0人が本棚に入れています
本棚に追加
昨日の別れ際の突然の質問、平沢にとってはとても大きな出来事だった。
物心ついた頃には当たり前の様に隣にはかなみがいた。一緒にどろ遊びをして洋服を汚して母にはしょっちゅう怒られた。怒られている平沢たちを見て、かなみの母は「あんたたちバカね~。」とゲラゲラ笑っていた。その笑った顔がかなみは大好きで、よく一緒におふざけをした。代償として同じ回数母に怒られもしたけれど、母も怒っている割にはそこそこ楽しそうなのは伝わってきていたので、あんまり嫌な気はしなかった。小学校に上がる頃には自転車の練習をした。かなみは全然上達しなくて大泣きしていた。だけど決して練習をやめようとはしないその姿に、幼いながらに見惚れてしまっていたのを今でも覚えている。夏休みの一行日記では「けーぞーとひまわりの写真撮りに行った」とか「けーぞーが前髪切られすぎてた」とか「けーぞーの寝相悪すぎて思わず絵に描いた」などばかりだった。そのくらい一緒に日々を過ごしていたという証だった。

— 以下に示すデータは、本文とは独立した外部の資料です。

// The microphone's pure parts without a browser: the WAV bytes, the onset detector, the refusals.
import { test } from 'node:test';
import assert from 'node:assert/strict';
import { encodeWav, createOnsetDetector, microphoneRefusal, loudestHz } from '../../../static-assets/js/common/microphone.js';

const hex = (buffer) => Buffer.from(buffer).toString('hex');

// The canonical 44-byte PCM header of the RIFF/WAVE layout (Microsoft & IBM, "Multimedia Programming
// Interface and Data Specifications 1.0", 1991, the "WAVE" form and its "fmt " chunk), written out
// by hand for 4 mono 16-bit samples at 48 000 Hz: RIFF size 36 + 8, fmt size 16, tag 1, 1 channel,
// 48000 = 0x0000BB80, 96000 bytes/s = 0x00017700, block align 2, 16 bits, data size 8. (Python's
// standard wave module reads such a file back as 1 channel, width 2, 48000 Hz, frames 0, 16384, −32768, 32767.)
test('four samples make the canonical header and little-endian 16-bit data', () => {
  const wav = encodeWav(new Float32Array([0, 0.5, -1, 1]), 48000);
  assert.equal(wav.byteLength, 44 + 8);
  assert.equal(hex(wav.slice(0, 44)),
    '52494646' + '2c000000' + '57415645' + '666d7420' + '10000000' + '0100' + '0100'
    + '80bb0000' + '00770100' + '0200' + '1000' + '64617461' + '08000000');
  // v·32768 rounded, clamped to the int16 range: 0, 16384, −32768, 32767 (two's complement, LE).
  assert.equal(hex(wav.slice(44)), '0000' + '0040' + '0080' + 'ff7f');
});

test('out-of-range and non-numbers are clamped or silenced, not wrapped', () => {
  const wav = new DataView(encodeWav([2, -3, NaN, Infinity, -0.25], 44100));
  assert.deepEqual([0, 1, 2, 3, 4].map((i) => wav.getInt16(44 + 2 * i, true)), [32767, -32768, 0, 0, -8192]);
  assert.equal(wav.getUint32(24, true), 44100);
  assert.equal(wav.getUint32(28, true), 88200);
});

test('a sample rate that is no rate is refused', () => {
  assert.throws(() => encodeWav([0], 0), RangeError);
  assert.throws(() => encodeWav([0], NaN), RangeError);
});

/** Seeded Gaussian noise (Park–Miller minimal standard generator, Box–Muller), rms given. */
function noise(n, rms, seed = 12345) {
  let s = seed;
  const u = () => { s = (s * 16807) % 2147483647; return s / 2147483647; };
  const out = new Float32Array(n);
  for (let i = 0; i < n; i++) out[i] = rms * Math.sqrt(-2 * Math.log(u())) * Math.cos(2 * Math.PI * u());
  return out;
}

const RATE = 48000;

/** Room noise at −70 dB, then from `at` a 220 Hz tone of amplitude 0.3 decaying in 1 s. */
function pluckAt(at, total) {
  const x = noise(total, Math.pow(10, -70 / 20));
  for (let i = at; i < total; i++) x[i] += 0.3 * Math.exp(-(i - at) / RATE) * Math.sin(2 * Math.PI * 220 * (i - at) / RATE);
  return x;
}

function feed(detector, x, block) {
  let found = -1;
  for (let i = 0; i < x.length && found < 0; i += block) found = detector.push(x.subarray(i, i + block));
  return found;
}

test('the pluck is found within one 10 ms frame of its first sample, whatever the block size', () => {
  const x = pluckAt(30000, 60000);
  for (const block of [128, 2048, 60000]) {
    const d = createOnsetDetector({ sampleRate: RATE });
    const at = feed(d, x, block);
    assert.ok(at >= 30000 - 480 && at <= 30000, `block ${block}: onset ${at}`);
    assert.ok(d.floorDb < -65 && d.floorDb > -75, `floor ${d.floorDb}`);
  }
});

test('steady room noise and a slow swell are no onset', () => {
  assert.equal(feed(createOnsetDetector({ sampleRate: RATE }), noise(RATE * 2, 1e-3), 2048), -1);
  // A tone swelling 10 dB per second: 5 dB over the half-second the room's level is taken from.
  const swell = new Float32Array(RATE * 3).map((_, i) => 0.01 * Math.pow(10, (10 * i / RATE) / 20) * Math.sin(2 * Math.PI * 330 * i / RATE));
  assert.equal(feed(createOnsetDetector({ sampleRate: RATE }), swell, 2048), -1);
});

test('a stream that starts in the middle of a note has nothing to jump from', () => {
  const x = pluckAt(0, RATE);
  assert.equal(feed(createOnsetDetector({ sampleRate: RATE }), x, 2048), -1);
});

test('a jump below the loudness floor is no onset (a click far away in a quiet room)', () => {
  const x = noise(RATE, Math.pow(10, -100 / 20));
  for (let i = 24000; i < RATE; i++) x[i] += Math.pow(10, -70 / 20) * Math.sin(2 * Math.PI * 440 * i / RATE);
  assert.equal(feed(createOnsetDetector({ sampleRate: RATE }), x, 2048), -1);
  assert.ok(feed(createOnsetDetector({ sampleRate: RATE, minDb: -90 }), x, 2048) > 0);
});

test('refusals: plain HTTP from another host, no mediaDevices, no AudioWorklet', () => {
  const gum = { getUserMedia: () => {} };
  const worklet = function AudioWorkletNode() {};
  assert.equal(microphoneRefusal({ isSecureContext: false, navigator: { mediaDevices: gum }, AudioWorkletNode: worklet }), 'insecure');
  assert.equal(microphoneRefusal({ isSecureContext: true, navigator: {}, AudioWorkletNode: worklet }), 'unsupported');
  assert.equal(microphoneRefusal({ isSecureContext: true, navigator: { mediaDevices: gum } }), 'unsupported');
  assert.equal(microphoneRefusal({ isSecureContext: true, navigator: { mediaDevices: gum }, AudioWorkletNode: worklet }), null);
});

test('the loudest bin is read as its frequency, k·rate/fftSize', () => {
  const db = new Float32Array(2048).fill(-120);
  db[94] = -20; // 94 · 48000 / 4096 = 1101.6 Hz
  assert.ok(Math.abs(loudestHz(db, 48000, 4096) - 1101.5625) < 1e-9);
  assert.equal(loudestHz(new Float32Array(2048).fill(-140), 48000, 4096), null);
});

そんなたくさんの思い出のうち、強烈に覚えていることがある。それは小学5年生の時だった。
*
「かなみ、夢が出来たの。」
真夏日を更新した夏の日で、扇風機が一生懸命部屋に風を送ろうと首を振っていた。蚊取り線香の香りがほのかに香る、かなみの部屋だった。

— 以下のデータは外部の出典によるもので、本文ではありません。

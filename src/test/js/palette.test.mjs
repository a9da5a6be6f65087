// The page palette (js/common/charts.js PALETTE and STATE, the same values in nodewright.css)
// under simulated colour-vision deficiency. Simulation: Machado, Oliveira & Fernandes (2009), the
// severity-1.0 matrices of their table for protanopia, deuteranopia and tritanopia, applied to
// linear sRGB (IEC 61966-2-1). Difference: CIEDE2000 (CIE 142-2001), this file's own
// implementation, checked first against pairs of Sharma, Wu & Dalal (2005), Table 1.
import { test } from 'node:test';
import assert from 'node:assert/strict';
import { readFileSync } from 'node:fs';
import { PALETTE, STATE, INK, PAPER } from '../../../static-assets/js/common/charts.js';

const MACHADO_2009 = {
  protanopia: [[0.152286, 1.052583, -0.204868], [0.114503, 0.786281, 0.099216], [-0.003882, -0.048116, 1.051998]],
  deuteranopia: [[0.367322, 0.860646, -0.227968], [0.280085, 0.672501, 0.047413], [-0.011820, 0.042940, 0.968881]],
  tritanopia: [[1.255528, -0.076749, -0.178779], [-0.078411, 0.930809, 0.147602], [0.004733, 0.691367, 0.303900]],
};
const VISIONS = ['normal', ...Object.keys(MACHADO_2009)];

const channels = (hex) => [1, 3, 5].map((i) => parseInt(hex.slice(i, i + 2), 16) / 255);
// sRGB transfer function, IEC 61966-2-1
const linear = (c) => (c <= 0.04045 ? c / 12.92 : ((c + 0.055) / 1.055) ** 2.4);

function simulated(hex, vision) {
  const c = channels(hex).map(linear);
  const m = MACHADO_2009[vision];
  if (!m) return c;
  return m.map((row) => Math.min(1, Math.max(0, row[0] * c[0] + row[1] * c[1] + row[2] * c[2])));
}

/** CIELAB (D65) of linear sRGB: the sRGB → XYZ matrix of IEC 61966-2-1, CIE 15 Lab. */
function lab([r, g, b]) {
  const x = 0.4124564 * r + 0.3575761 * g + 0.1804375 * b;
  const y = 0.2126729 * r + 0.7151522 * g + 0.0721750 * b;
  const z = 0.0193339 * r + 0.1191920 * g + 0.9503041 * b;
  const f = (t) => (t > 216 / 24389 ? Math.cbrt(t) : (24389 / 27 * t + 16) / 116);
  const fx = f(x / 0.95047);
  const fy = f(y);
  const fz = f(z / 1.08883);
  return [116 * fy - 16, 500 * (fx - fy), 200 * (fy - fz)];
}

/** CIEDE2000 colour difference (CIE 142-2001; the formulation of Sharma, Wu & Dalal 2005). */
function deltaE2000([l1, a1, b1], [l2, a2, b2]) {
  const rad = Math.PI / 180;
  const cBar = (Math.hypot(a1, b1) + Math.hypot(a2, b2)) / 2;
  const g = 0.5 * (1 - Math.sqrt(cBar ** 7 / (cBar ** 7 + 25 ** 7)));
  const a1p = (1 + g) * a1;
  const a2p = (1 + g) * a2;
  const c1p = Math.hypot(a1p, b1);
  const c2p = Math.hypot(a2p, b2);
  const hue = (b, a) => (a === 0 && b === 0 ? 0 : (Math.atan2(b, a) / rad + 360) % 360);
  const h1 = hue(b1, a1p);
  const h2 = hue(b2, a2p);
  let dh = 0;
  if (c1p * c2p !== 0) {
    dh = h2 - h1;
    if (dh > 180) dh -= 360;
    else if (dh < -180) dh += 360;
  }
  const dL = l2 - l1;
  const dC = c2p - c1p;
  const dH = 2 * Math.sqrt(c1p * c2p) * Math.sin((dh / 2) * rad);
  const lBar = (l1 + l2) / 2;
  const cBarP = (c1p + c2p) / 2;
  let hBar = h1 + h2;
  if (c1p * c2p !== 0) {
    if (Math.abs(h1 - h2) > 180) hBar = h1 + h2 < 360 ? (h1 + h2 + 360) / 2 : (h1 + h2 - 360) / 2;
    else hBar = (h1 + h2) / 2;
  }
  const t = 1 - 0.17 * Math.cos((hBar - 30) * rad) + 0.24 * Math.cos(2 * hBar * rad)
    + 0.32 * Math.cos((3 * hBar + 6) * rad) - 0.20 * Math.cos((4 * hBar - 63) * rad);
  const dTheta = 30 * Math.exp(-(((hBar - 275) / 25) ** 2));
  const rc = 2 * Math.sqrt(cBarP ** 7 / (cBarP ** 7 + 25 ** 7));
  const sl = 1 + (0.015 * (lBar - 50) ** 2) / Math.sqrt(20 + (lBar - 50) ** 2);
  const sc = 1 + 0.045 * cBarP;
  const sh = 1 + 0.015 * cBarP * t;
  const rt = -Math.sin(2 * dTheta * rad) * rc;
  return Math.sqrt((dL / sl) ** 2 + (dC / sc) ** 2 + (dH / sh) ** 2 + rt * (dC / sc) * (dH / sh));
}

const seen = (a, b, vision) => deltaE2000(lab(simulated(a, vision)), lab(simulated(b, vision)));

/** WCAG 2.x contrast ratio from relative luminance. */
function contrast(a, b) {
  const lum = (hex) => { const [r, g, bl] = channels(hex).map(linear); return 0.2126 * r + 0.7152 * g + 0.0722 * bl; };
  const [hi, lo] = [lum(a), lum(b)].sort((x, y) => y - x);
  return (hi + 0.05) / (lo + 0.05);
}

// Thresholds. A CIEDE2000 difference of 1 is about one just-noticeable difference for large patches
// side by side (the scale the formula was fitted to); chart lines, bar fills and small markers are
// thin and seen apart, so we ask ten of those between any two colours of one set, in every vision,
// and twice that between a colour and the paper it is drawn on (from memory: a categorical palette
// is commonly held to ΔE00 ≥ 10 for reliable naming of small marks).
const BETWEEN = 10;
const AGAINST_PAPER = 20;
const WHITE = '#ffffff';

test('CIEDE2000 of this file reproduces Sharma, Wu & Dalal (2005) Table 1', () => {
  const pairs = [
    [[50, 2.6772, -79.7751], [50, 0, -82.7485], 2.0425],      // pair 1
    [[50, 3.1571, -77.2803], [50, 0, -82.7485], 2.8615],      // pair 2
    [[50, 0, 0], [50, -1, 2], 2.3669],                        // pair 7
    [[50, 2.49, -0.001], [50, -2.49, 0.0009], 7.1792],        // pair 9 (hue wrap)
    [[50, 2.5, 0], [73, 25, -18], 27.1492],                   // pair 17
    [[60.2574, -34.0099, 36.2677], [60.4626, -34.1751, 39.4387], 1.2644],  // pair 25
    [[22.7233, 20.0904, -46.694], [23.0331, 14.973, -42.5619], 2.0373],    // pair 27
    [[2.0776, 0.0795, -1.135], [0.9033, -0.0636, -0.5514], 0.9082],        // pair 34
  ];
  for (const [a, b, expected] of pairs) assert.ok(Math.abs(deltaE2000(a, b) - expected) < 5e-4, `${a} / ${b}: ${deltaE2000(a, b)}`);
});

test('the simulations keep greys grey and turn the red–green pair of normal vision into near twins', () => {
  // Each Machado matrix's rows sum to 1, so a neutral stays neutral.
  for (const vision of Object.keys(MACHADO_2009)) {
    const [r, g, b] = simulated('#808080', vision);
    assert.ok(Math.abs(r - g) < 1e-3 && Math.abs(g - b) < 1e-3, vision);
  }
  // A pure red and a pure green of equal-looking weight stay far apart for normal vision and come close
  // for a deuteranope: the reason for this test file. (sRGB #cc0000 and #008800, our own pick.)
  assert.ok(seen('#cc0000', '#008800', 'normal') > 40);
  assert.ok(seen('#cc0000', '#008800', 'deuteranopia') < seen('#cc0000', '#008800', 'normal') / 3);
});

test('the chart palette is Okabe–Ito: every two series stay apart in every vision', () => {
  assert.deepEqual([...PALETTE].sort(), ['#000000', '#0072B2', '#009E73', '#56B4E9', '#CC79A7', '#D55E00', '#E69F00', '#F0E442']);
  for (const vision of VISIONS) {
    for (let i = 0; i < PALETTE.length; i++) {
      for (let j = i + 1; j < PALETTE.length; j++) {
        const d = seen(PALETTE[i], PALETTE[j], vision);
        assert.ok(d >= BETWEEN, `${vision}: ${PALETTE[i]} / ${PALETTE[j]} ΔE00 ${d.toFixed(1)}`);
      }
    }
  }
});

test('every series stands out from the paper and the white panels in every vision', () => {
  for (const vision of VISIONS) {
    for (const c of PALETTE) {
      for (const ground of [PAPER, WHITE]) {
        const d = seen(c, ground, vision);
        assert.ok(d >= BETWEEN, `${vision}: ${c} on ${ground} ΔE00 ${d.toFixed(1)}`);
      }
    }
  }
});

test('the three state colours stay apart in every vision and read as text at 4.5:1', () => {
  const states = Object.entries(STATE);
  assert.deepEqual(states.map(([k]) => k), ['ok', 'warn', 'danger']);
  for (const vision of VISIONS) {
    for (let i = 0; i < states.length; i++) {
      for (let j = i + 1; j < states.length; j++) {
        const d = seen(states[i][1], states[j][1], vision);
        assert.ok(d >= BETWEEN, `${vision}: ${states[i][0]} / ${states[j][0]} ΔE00 ${d.toFixed(1)}`);
      }
      for (const ground of [PAPER, WHITE]) {
        assert.ok(seen(states[i][1], ground, vision) >= AGAINST_PAPER, `${vision}: ${states[i][0]} on ${ground}`);
      }
    }
  }
  // WCAG 2.x 1.4.3: normal text at least 4.5:1 against its background.
  for (const [name, c] of [...states, ['ink', INK]]) {
    for (const ground of [PAPER, WHITE]) assert.ok(contrast(c, ground) >= 4.5, `${name} on ${ground}: ${contrast(c, ground).toFixed(2)}`);
  }
});

test('nodewright.css carries the same palette as charts.js (one palette, two notations)', () => {
  const css = readFileSync(new URL('../../../static-assets/css/nodewright.css', import.meta.url), 'utf8');
  const variable = (name) => {
    const m = css.match(new RegExp(`--${name}:\\s*(#[0-9a-fA-F]{6})\\s*;`));
    assert.ok(m, `--${name} in nodewright.css`);
    return m[1].toUpperCase();
  };
  PALETTE.forEach((c, i) => assert.equal(variable(`series-${i + 1}`), c.toUpperCase()));
  assert.equal(variable('ok'), STATE.ok.toUpperCase());
  assert.equal(variable('warn'), STATE.warn.toUpperCase());
  assert.equal(variable('danger'), STATE.danger.toUpperCase());
  assert.equal(variable('ink'), INK.toUpperCase());
  assert.equal(variable('paper'), PAPER.toUpperCase());
});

かなみはベッドの下から何やら大きなものを取り出した。それは真っ白の布が被っていて何だか最初はわからなかった。
「あのね。」
「うん。」
「画家になりたいの。」
「画家?」
予想していなかった職業だった。
だけど、なぜか妙に納得している自分もいた。
つい大きな声を出したからか、かなみは慌てていた。
「しー静かに。ママに聞かれちゃうでしょ。」
「聞かれちゃまずいの?」
「ある程度結果を出してから発表したいの。今はまだ練習中だから内緒。」
「じゃあ、これは絵?」
平沢がベッドの下から出してきてモノを指さすとかなみは黙ってうなずいて、上に被っていた布をとった。
最初のコメントを投稿しよう!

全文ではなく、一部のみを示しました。